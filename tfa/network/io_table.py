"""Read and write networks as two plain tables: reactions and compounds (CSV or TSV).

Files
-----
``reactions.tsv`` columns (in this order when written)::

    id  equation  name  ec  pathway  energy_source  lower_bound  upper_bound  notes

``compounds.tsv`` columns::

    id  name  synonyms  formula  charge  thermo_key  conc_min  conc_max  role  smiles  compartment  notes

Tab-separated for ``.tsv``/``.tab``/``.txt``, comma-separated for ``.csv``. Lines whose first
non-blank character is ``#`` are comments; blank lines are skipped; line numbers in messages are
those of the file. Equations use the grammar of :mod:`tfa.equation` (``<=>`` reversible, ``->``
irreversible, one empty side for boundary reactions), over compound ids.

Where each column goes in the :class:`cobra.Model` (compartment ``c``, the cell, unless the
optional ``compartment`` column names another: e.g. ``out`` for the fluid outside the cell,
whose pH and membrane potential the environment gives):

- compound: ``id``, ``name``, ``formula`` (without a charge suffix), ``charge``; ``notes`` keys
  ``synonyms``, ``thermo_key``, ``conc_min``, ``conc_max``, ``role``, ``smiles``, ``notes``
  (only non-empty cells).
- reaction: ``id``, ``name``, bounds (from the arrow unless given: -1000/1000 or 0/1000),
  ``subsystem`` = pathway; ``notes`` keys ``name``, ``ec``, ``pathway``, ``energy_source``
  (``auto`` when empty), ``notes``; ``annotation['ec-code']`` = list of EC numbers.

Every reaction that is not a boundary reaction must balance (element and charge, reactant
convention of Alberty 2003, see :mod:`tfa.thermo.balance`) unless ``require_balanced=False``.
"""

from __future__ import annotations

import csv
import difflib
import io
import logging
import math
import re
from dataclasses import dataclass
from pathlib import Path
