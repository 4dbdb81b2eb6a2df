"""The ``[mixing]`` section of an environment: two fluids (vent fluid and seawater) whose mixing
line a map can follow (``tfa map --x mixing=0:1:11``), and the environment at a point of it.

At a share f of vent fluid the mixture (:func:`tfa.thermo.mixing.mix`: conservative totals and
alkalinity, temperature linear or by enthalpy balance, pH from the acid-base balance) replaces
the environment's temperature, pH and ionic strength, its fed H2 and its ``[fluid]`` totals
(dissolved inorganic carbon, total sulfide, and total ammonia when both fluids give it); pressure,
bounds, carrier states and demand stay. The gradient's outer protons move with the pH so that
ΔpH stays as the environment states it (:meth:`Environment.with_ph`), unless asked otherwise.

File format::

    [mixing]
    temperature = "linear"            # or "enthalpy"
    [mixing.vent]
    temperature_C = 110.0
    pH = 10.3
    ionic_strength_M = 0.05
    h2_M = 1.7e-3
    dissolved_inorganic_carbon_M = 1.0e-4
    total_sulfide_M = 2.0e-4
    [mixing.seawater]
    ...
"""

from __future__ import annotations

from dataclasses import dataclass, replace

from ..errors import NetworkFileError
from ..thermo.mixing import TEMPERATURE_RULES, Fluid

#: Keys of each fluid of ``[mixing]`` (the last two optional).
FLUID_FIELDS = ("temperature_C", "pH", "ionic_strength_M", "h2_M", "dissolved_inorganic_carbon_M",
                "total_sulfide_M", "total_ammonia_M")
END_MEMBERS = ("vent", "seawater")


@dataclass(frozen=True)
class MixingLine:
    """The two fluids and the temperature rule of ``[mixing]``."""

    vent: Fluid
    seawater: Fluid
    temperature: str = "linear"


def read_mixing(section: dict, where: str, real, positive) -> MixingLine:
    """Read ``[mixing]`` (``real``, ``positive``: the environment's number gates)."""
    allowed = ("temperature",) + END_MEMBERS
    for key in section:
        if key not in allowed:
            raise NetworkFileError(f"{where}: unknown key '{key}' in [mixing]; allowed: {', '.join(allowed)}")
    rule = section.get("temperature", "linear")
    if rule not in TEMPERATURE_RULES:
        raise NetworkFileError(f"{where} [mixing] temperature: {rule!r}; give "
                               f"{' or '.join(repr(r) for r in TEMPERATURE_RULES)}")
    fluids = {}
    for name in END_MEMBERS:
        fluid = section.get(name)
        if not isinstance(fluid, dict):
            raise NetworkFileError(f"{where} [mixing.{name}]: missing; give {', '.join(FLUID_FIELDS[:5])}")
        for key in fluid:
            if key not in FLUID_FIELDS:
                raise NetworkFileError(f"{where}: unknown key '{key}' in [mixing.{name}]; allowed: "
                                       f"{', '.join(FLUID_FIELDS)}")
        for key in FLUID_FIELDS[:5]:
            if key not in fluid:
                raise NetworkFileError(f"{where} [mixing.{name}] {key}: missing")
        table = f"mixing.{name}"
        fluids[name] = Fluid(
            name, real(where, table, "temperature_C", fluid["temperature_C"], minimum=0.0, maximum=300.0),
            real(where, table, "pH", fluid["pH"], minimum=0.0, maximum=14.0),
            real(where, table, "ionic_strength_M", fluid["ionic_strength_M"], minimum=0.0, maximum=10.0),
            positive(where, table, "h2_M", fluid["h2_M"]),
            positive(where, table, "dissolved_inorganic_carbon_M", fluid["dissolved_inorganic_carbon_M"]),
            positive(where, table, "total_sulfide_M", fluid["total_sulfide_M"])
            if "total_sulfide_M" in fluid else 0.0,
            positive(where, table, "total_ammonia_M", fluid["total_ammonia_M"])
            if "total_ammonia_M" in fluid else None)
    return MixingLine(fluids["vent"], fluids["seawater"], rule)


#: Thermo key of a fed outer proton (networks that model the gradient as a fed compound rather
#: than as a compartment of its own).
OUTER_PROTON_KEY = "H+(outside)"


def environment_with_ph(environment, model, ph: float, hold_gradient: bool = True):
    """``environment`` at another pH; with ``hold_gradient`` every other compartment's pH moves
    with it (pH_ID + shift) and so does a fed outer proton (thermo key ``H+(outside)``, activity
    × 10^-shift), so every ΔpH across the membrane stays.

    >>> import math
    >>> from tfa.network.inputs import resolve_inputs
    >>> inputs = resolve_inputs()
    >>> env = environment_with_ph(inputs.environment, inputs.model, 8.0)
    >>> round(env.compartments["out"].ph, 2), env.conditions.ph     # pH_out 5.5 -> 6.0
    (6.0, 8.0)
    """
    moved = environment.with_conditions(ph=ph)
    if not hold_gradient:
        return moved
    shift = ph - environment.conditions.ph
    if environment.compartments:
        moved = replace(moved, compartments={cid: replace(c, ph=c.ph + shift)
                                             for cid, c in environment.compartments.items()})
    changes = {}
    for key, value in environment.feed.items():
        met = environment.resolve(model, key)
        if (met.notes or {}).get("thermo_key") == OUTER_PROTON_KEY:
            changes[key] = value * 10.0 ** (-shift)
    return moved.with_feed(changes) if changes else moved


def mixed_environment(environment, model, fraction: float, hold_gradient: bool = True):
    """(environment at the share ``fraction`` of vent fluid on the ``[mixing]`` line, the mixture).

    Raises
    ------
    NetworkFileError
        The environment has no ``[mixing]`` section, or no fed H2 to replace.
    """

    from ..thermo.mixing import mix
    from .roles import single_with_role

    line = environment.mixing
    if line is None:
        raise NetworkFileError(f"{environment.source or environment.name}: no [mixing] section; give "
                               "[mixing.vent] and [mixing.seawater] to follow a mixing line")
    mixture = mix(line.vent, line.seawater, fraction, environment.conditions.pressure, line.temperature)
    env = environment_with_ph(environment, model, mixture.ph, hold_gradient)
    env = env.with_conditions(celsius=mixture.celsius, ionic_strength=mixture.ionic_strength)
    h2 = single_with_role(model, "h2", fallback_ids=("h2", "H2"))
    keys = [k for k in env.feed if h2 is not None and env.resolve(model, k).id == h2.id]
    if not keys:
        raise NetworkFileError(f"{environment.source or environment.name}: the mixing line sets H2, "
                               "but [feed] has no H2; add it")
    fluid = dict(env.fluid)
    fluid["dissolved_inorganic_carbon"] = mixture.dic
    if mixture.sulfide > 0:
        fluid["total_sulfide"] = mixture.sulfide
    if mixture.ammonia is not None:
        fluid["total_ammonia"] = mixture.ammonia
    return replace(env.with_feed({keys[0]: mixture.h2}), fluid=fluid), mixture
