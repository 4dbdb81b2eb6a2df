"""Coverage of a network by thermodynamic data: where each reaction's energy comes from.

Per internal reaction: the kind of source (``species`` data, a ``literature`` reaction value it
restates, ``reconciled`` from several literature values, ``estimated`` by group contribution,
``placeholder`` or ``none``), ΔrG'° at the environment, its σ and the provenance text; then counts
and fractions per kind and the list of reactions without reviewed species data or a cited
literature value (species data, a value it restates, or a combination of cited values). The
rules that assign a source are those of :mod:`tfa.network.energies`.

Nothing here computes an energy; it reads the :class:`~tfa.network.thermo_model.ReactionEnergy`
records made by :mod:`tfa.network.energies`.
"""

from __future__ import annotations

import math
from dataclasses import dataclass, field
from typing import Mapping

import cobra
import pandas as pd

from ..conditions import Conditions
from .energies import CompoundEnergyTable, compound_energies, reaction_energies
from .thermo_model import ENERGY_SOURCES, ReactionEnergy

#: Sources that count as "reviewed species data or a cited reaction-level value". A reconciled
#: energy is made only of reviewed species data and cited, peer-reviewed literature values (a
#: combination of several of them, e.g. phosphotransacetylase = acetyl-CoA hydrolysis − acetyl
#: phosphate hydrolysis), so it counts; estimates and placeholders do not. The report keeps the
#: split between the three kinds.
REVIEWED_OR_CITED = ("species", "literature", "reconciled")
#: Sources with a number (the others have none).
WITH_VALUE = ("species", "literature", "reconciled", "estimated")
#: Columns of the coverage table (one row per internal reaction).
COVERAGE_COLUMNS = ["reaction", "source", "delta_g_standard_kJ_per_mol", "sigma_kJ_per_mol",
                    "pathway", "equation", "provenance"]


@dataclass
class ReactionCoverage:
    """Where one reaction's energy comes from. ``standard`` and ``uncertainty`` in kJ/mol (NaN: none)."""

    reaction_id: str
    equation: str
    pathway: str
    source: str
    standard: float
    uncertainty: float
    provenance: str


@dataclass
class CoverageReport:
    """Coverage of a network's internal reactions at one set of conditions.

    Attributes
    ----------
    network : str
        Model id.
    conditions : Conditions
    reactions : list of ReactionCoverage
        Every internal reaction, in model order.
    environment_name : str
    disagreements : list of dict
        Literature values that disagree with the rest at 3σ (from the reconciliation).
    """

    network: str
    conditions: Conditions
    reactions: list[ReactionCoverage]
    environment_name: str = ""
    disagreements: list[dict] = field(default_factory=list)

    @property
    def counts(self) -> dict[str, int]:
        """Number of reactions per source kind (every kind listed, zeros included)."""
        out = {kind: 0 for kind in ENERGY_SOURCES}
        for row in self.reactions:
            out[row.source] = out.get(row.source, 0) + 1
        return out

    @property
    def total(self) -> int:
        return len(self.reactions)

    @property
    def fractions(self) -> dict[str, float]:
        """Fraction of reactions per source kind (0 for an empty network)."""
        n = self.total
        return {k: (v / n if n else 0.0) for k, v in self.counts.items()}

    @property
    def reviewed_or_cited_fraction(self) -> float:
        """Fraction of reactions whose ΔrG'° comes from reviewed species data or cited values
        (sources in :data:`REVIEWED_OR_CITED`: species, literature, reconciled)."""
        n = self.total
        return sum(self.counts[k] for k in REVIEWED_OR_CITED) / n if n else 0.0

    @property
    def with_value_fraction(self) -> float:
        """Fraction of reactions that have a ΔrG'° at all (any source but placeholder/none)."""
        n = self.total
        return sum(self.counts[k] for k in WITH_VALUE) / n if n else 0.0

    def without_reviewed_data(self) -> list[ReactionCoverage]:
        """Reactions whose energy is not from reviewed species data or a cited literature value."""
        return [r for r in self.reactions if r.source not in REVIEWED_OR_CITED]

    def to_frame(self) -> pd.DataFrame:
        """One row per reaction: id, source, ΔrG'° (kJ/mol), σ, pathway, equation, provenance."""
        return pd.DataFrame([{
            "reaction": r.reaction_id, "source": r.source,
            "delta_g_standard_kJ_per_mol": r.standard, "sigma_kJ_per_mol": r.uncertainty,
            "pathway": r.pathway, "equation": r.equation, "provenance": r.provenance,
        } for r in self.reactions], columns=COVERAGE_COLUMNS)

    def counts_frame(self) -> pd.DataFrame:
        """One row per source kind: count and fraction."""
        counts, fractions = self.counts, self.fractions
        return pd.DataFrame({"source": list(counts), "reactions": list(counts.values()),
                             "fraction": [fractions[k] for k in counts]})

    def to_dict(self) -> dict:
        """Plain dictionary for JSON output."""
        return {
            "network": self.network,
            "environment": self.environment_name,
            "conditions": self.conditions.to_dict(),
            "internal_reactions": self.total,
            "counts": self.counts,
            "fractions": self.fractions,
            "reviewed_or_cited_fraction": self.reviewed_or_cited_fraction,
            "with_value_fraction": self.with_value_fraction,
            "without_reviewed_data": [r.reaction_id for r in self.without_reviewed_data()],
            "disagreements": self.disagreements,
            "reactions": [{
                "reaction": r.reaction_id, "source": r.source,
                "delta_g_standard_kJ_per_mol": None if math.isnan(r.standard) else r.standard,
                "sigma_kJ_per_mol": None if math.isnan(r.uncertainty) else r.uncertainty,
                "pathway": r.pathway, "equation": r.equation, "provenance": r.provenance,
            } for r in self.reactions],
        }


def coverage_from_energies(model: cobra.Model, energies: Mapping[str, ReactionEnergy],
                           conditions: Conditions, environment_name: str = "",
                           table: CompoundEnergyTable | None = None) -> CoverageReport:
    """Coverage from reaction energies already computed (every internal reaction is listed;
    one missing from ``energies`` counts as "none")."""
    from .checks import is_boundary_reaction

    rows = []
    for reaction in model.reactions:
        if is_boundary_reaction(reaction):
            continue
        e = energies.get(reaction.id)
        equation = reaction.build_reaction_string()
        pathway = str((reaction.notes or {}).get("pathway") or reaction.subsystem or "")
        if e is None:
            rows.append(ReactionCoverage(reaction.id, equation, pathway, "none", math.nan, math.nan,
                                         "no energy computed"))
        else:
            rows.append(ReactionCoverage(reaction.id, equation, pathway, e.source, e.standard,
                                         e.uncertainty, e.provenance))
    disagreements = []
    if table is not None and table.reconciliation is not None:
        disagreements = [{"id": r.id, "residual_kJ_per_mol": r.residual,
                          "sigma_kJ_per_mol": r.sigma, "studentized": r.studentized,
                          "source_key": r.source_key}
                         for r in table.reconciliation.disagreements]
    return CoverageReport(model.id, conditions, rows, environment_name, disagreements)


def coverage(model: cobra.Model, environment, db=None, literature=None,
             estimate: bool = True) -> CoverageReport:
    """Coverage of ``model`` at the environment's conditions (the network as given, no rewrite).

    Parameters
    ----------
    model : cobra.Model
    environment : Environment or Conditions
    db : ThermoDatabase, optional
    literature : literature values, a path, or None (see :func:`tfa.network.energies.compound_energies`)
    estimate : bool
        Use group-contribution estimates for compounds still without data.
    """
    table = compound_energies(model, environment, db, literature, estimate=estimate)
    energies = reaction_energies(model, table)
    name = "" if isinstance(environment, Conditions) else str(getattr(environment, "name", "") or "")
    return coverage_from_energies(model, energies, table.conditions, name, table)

--------------------

## TASK INSTRUCTIONS
Every line holding the word "made" should be copied out of the material.

## ANSWER SECTION
records made by :mod:`tfa.network.energies`.
#: energy is made only of reviewed species data and cited, peer-reviewed literature values (a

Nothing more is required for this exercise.